# Task statement
Report how many lines in the data include the string "close", and add nothing else.

======== Records supplied ========

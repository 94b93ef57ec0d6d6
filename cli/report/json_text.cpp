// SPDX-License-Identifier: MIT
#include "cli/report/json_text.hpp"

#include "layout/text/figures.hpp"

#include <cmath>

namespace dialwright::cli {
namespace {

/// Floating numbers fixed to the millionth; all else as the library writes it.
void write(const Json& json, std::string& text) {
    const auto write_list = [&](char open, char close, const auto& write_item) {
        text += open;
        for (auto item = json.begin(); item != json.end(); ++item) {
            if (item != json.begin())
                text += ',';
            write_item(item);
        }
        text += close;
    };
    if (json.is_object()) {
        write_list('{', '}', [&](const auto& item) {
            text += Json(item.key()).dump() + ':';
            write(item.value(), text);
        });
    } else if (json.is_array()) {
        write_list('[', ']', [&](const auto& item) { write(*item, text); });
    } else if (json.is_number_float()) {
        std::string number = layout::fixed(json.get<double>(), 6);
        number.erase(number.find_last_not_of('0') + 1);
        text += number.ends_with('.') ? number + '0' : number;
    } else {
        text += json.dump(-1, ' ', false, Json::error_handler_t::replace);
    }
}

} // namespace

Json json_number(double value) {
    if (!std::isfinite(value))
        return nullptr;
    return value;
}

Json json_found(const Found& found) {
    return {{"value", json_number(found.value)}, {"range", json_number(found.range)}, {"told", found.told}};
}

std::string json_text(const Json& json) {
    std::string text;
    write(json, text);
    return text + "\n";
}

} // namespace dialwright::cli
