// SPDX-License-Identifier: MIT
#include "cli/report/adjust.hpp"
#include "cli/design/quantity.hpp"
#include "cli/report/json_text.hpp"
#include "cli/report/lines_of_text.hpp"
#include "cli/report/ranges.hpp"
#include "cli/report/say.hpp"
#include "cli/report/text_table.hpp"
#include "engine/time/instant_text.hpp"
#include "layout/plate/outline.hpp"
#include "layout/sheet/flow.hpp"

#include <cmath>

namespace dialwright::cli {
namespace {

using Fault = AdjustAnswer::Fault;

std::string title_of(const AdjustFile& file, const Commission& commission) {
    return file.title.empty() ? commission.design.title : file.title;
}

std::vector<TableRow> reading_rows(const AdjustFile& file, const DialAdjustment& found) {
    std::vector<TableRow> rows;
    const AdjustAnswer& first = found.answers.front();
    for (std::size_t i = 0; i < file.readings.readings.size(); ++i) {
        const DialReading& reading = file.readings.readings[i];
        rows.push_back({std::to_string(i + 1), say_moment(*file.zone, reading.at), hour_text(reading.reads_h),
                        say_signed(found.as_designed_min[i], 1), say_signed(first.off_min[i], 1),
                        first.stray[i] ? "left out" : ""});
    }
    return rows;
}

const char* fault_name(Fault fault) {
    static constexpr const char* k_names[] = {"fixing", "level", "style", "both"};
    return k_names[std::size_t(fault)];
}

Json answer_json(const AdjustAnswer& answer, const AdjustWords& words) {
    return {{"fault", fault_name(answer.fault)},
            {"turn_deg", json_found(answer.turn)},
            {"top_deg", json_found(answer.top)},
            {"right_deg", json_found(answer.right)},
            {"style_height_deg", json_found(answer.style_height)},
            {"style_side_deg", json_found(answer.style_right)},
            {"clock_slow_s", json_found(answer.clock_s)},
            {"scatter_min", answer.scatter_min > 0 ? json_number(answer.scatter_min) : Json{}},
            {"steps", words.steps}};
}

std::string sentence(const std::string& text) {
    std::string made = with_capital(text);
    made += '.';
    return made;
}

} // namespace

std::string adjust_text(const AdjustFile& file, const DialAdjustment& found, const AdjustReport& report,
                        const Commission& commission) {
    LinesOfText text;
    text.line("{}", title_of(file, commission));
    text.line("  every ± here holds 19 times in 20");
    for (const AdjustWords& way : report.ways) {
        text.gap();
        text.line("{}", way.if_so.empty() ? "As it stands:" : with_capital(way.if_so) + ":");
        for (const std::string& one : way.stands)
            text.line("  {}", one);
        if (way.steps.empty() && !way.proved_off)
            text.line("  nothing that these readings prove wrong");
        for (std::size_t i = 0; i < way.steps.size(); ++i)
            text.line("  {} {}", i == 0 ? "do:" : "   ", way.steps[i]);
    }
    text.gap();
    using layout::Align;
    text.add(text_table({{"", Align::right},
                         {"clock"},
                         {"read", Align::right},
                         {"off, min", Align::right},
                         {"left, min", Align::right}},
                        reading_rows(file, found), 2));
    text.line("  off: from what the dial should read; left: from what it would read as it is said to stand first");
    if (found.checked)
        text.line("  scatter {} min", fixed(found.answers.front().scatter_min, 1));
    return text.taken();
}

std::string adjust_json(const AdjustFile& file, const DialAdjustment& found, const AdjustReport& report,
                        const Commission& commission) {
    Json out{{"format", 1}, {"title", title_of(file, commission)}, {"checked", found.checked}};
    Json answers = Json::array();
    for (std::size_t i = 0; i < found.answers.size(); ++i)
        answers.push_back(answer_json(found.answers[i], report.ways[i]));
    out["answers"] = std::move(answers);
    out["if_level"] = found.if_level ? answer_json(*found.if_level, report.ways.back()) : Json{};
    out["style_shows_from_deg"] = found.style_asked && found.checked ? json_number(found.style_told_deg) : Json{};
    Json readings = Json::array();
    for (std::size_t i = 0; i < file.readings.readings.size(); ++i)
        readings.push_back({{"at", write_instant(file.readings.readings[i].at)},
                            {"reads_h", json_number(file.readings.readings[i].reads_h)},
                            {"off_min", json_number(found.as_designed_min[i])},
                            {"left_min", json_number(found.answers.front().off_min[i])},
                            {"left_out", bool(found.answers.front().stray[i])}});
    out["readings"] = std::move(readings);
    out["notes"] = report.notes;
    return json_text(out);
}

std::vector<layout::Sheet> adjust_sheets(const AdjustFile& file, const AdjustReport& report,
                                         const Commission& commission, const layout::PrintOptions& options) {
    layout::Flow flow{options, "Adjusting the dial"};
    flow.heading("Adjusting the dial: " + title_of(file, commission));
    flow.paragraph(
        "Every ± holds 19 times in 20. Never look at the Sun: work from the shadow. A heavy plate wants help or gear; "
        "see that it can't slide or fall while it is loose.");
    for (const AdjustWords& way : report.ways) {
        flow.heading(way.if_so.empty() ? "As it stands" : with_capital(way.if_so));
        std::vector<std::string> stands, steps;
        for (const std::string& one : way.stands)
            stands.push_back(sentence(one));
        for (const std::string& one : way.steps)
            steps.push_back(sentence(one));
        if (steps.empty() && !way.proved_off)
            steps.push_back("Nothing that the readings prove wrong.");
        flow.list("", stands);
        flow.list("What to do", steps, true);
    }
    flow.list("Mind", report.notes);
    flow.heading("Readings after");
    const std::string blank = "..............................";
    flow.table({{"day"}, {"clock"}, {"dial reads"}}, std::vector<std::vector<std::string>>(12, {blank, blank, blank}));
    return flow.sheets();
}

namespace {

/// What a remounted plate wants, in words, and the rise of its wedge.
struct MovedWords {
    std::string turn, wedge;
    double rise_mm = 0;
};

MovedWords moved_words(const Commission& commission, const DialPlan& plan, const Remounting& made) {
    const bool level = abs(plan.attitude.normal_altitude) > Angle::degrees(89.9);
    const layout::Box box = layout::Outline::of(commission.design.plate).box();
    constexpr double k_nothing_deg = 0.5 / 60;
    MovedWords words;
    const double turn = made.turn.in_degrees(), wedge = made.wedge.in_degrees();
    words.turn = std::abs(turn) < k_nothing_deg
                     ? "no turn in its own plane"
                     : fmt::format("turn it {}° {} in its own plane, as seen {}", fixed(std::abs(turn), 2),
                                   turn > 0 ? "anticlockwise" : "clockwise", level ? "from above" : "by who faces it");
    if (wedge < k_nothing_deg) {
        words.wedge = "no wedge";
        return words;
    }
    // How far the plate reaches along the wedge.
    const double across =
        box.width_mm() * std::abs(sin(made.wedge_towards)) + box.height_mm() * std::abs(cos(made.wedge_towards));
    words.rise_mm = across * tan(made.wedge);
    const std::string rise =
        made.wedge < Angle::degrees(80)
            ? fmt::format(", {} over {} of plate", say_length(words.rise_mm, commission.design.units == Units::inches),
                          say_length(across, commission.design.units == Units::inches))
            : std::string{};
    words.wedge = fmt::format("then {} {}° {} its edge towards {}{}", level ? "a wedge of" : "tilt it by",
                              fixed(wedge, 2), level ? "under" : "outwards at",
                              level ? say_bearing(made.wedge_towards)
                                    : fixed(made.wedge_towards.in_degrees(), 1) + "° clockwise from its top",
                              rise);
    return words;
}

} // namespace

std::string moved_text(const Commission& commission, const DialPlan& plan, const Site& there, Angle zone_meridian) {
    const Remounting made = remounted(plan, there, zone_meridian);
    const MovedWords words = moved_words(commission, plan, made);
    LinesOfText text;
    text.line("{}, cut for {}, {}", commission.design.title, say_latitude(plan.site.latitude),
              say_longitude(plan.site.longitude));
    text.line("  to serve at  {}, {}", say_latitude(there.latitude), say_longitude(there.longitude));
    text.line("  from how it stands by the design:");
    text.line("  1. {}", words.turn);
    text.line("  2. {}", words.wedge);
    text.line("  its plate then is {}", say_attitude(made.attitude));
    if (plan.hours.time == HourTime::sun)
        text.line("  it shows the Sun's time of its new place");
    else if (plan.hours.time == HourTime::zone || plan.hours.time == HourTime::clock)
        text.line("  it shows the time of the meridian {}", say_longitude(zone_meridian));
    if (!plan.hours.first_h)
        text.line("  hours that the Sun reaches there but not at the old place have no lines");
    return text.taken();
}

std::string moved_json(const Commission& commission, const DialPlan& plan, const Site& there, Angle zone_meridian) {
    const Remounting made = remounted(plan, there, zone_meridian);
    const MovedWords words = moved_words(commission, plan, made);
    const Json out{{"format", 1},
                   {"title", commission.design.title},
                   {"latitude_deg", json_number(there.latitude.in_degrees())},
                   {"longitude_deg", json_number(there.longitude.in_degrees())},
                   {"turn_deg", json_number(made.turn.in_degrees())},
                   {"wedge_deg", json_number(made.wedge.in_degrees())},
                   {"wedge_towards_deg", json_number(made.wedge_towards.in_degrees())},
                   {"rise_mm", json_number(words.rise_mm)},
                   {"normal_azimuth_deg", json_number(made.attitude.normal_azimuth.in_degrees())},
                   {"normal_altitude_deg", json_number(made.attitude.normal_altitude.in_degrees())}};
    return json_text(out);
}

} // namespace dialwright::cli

========

# Output
2